Monitor geht nach ca 20 Min aus, und Festplatte ( 500 GB Seagate ) und der Rest nach 2 Stunden. Die Hybriden Einstellung gibt es bei *Energieoptionen* komischerweiße gar nicht und hab ich glaub auch mal abgestellt. 

Nichts desto trotz manchmal startet er einwandfrei inkl Monitor, manchmal kommt aber beim Monitor *Kein Eingangssignal* bei beiden Monitoren dann hilft nur noch ein Radikal Neustart, was weder für Festplatte noch für meine Daten so gut ist 

Wenn ich *enter * oder irgend eine Taste auf der Tastatur drücke Startet der PC hörbar wieder allerdings nicht so der Monitor, keiner von den beiden.

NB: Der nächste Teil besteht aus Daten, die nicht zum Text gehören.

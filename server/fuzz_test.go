package server

import (
	"context"
	"net/http"
	"net/http/httptest"
	"net/url"
	"strings"
	"testing"
	"time"

	"tripwell/store"
	"tripwell/store/record"
)

// FuzzPush gives the decoder of batches anything: a good batch's every byte may be another. It answers a whole error or one
// receipt a record, and what is taken is sound, which the rig checks at the end.
func FuzzPush(f *testing.F) {
	s, err := store.Open(f.TempDir(), store.Options{Now: time.Now, Create: true})
	must(f, err)
	f.Cleanup(func() { _ = s.Close() })
	p, err := s.PutPerson(context.Background(), "", store.Person{Name: "Manager 1", Role: "manager", All: true, Active: true})
	must(f, err)
	token, err := s.Enrol(context.Background(), p.ID, newID())
	must(f, err)
	srv, err := New(s, Options{})
	must(f, err)
	face := srv.Handler()
	for _, seed := range []string{
		`{"protocol":1,"sent":"2026-12-01T07:52:00.000Z","records":[{"record":"{}"}]}`, `{"protocol":1,"sent":"","records":[{"record":"\ud800"},{"record":"\u0000","held":[{"store":"a","received":"b"}]}]}`,
		`{"protocol":1,"sent":"","records":null}`, `{"protocol":1e0,"sent":"x","records":[]}`, `[]`, "{\"protocol\":1,\"sent\":\"\",\"records\":[{\"record\":\"\xff\"}]}", `{"protocol":1,"protocol":1}`, strings.Repeat(`{"records":[`, 40),
	} {
		f.Add([]byte(seed))
	}
	f.Fuzz(func(t *testing.T, body []byte) {
		req := httptest.NewRequest(http.MethodPost, "/exchange/push", strings.NewReader(string(body)))
		req.Header.Set("Authorization", "Bearer "+token)
		w := httptest.NewRecorder()
		face.ServeHTTP(w, req)
		if w.Code >= 500 || w.Code == 200 && !strings.Contains(w.Body.String(), `"receipts":[`) || w.Code != 200 && !strings.Contains(w.Body.String(), `"error":{"code":`) {
			t.Errorf("got %d %s", w.Code, w.Body.String())
		}
	})
}

// FuzzTag: what is read as a tag reads as itself again, and where the field client opens it stays on this server.
func FuzzTag(f *testing.F) {
	for _, seed := range []string{"K7QM2P3", "k7q-m2p-3", "K7QM2P", "", "//evil.example", "K7QM2P3/../x", "\u202eK7Q", "ILOU", strings.Repeat("K", 300)} {
		f.Add(seed)
	}
	f.Fuzz(func(t *testing.T, text string) {
		if tag, ok := record.ParseTag(text); ok {
			if again, ok := record.ParseTag(tag); !ok || again != tag || len(tag) != 7 {
				t.Errorf("%q is read as %q, and that as %q", text, tag, again)
			}
		}
		to := fieldTag(text)
		u, err := url.Parse(to)
		if err != nil || u.Host != "" || u.Path != "/field" || strings.ContainsAny(to, "\"<> \r\n") {
			t.Errorf("%q leads to %q (%v)", text, to, err)
		}
	})
}

// FuzzLink: pasted links, typed codes and where to go on.
func FuzzLink(f *testing.F) {
	for _, seed := range []string{"gLpbDH1Q-D96IKtK1p50xO1SA9pgG5yZxdc7ji3eF24", "https://tests.example.org/in/gLpbDH1Q-D96IKtK1p50xO1?next=%2Ffield", "ABCD-EFGH", "/t/K7QM2P3", "//evil.example", `/\evil.example`, "/%2f/evil", "/x\r\n", "javascript:alert(1)"} {
		f.Add(seed)
	}
	f.Fuzz(func(t *testing.T, text string) {
		if token := linkToken(text); token != "" {
			if again := linkToken(token); again != token || strings.ContainsAny(token, "/?#% \"<>") {
				t.Errorf("%q gives the token %q, and that %q", text, token, again)
			}
		}
		if code := store.BareCode(text); code != "" && (len(code) != 8 || store.BareCode(code) != code) {
			t.Errorf("%q is read as the code %q", text, code)
		}
		next := ownPath(text)
		if next == "" {
			return
		}
		base, _ := url.Parse("https://own.example/in")
		to, err := base.Parse(strings.ReplaceAll(next, `\`, "/"))
		if err != nil || to.Host != "own.example" || to.Scheme != "https" || strings.ContainsAny(next, "\r\n\t\\") {
			t.Errorf("%q leads to %q (%v)", text, next, err)
		}
	})
}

Das aus und einstecken der Monitor Käbel hat bis dato auch noch nichts gebracht.

Ich benutze Windows 7 Professional 64 bit  

Der PC würde erst vor Paar Monaten neu aufgesetzt, aber auch davor bestand schon selbiges Problem.

Am Graka Treiber liegt es auch nicht da mehrere Treiber nichts brachten.

Auch die Festplatte wurde mit *Crystaldisk Info* und einem andren Tool inklv eine Seagate eigenen Tool schon auf Fehler getestet ohne Probleme, lediglich TuneUp zeigt ab und an beim Test an das der PC neugestartet wird um fehler zu beheben aber auf TuneUp kann man nicht soviel geben  Und TuneUp ist auch nicht die Fehlerquelle da es auch *ohne TuneUp* direkt nach Windows Neuinstallation immer wieder auftauchte.


----------



## KonterSchock (1. Januar 2015)

netzteil? 

1. bios reset, pcie stecker mal ab und wieder dran stecken,  dein bios neu einstellen.
2.win7 neu installieren.
3.aktuelle treiber drauf.
4.win updates ziehen.


probier das mal und sag was dann passiert.


----------



## Jooschka (1. Januar 2015)

Im bios bzw uefi ^wake up on lan mouse keyboard etc^ umstellen und bei den energiesparmodi wie wne4gie sparen, ruhetustand wtc mal die paramerer durchtesten... anaonaten... herunterfahren statt ruhe

Energiespareinstellungen der grafikkarte auf ein minimum umstelln...


----------



## xhitcher1 (1. Januar 2015)

KonterSchock schrieb:


> netzteil?
> 
> 1. bios reset, pcie stecker mal ab und wieder dran stecken,  dein bios neu einstellen.
> 2.win7 neu installieren.
> ...



Netzteil kein Plan ist ein Super Flower Blau LED Netzteil 80 Bronze Plus. Ist ca 2 Jahre in Betrieb hab ich von Bekannten damals bekommen als er mein PC Neu Zusammenbaute und das hatte er noch daheim (NEU) als Ersatznetzteil gekauft falls seins mal Kaputt geht  550 Volt.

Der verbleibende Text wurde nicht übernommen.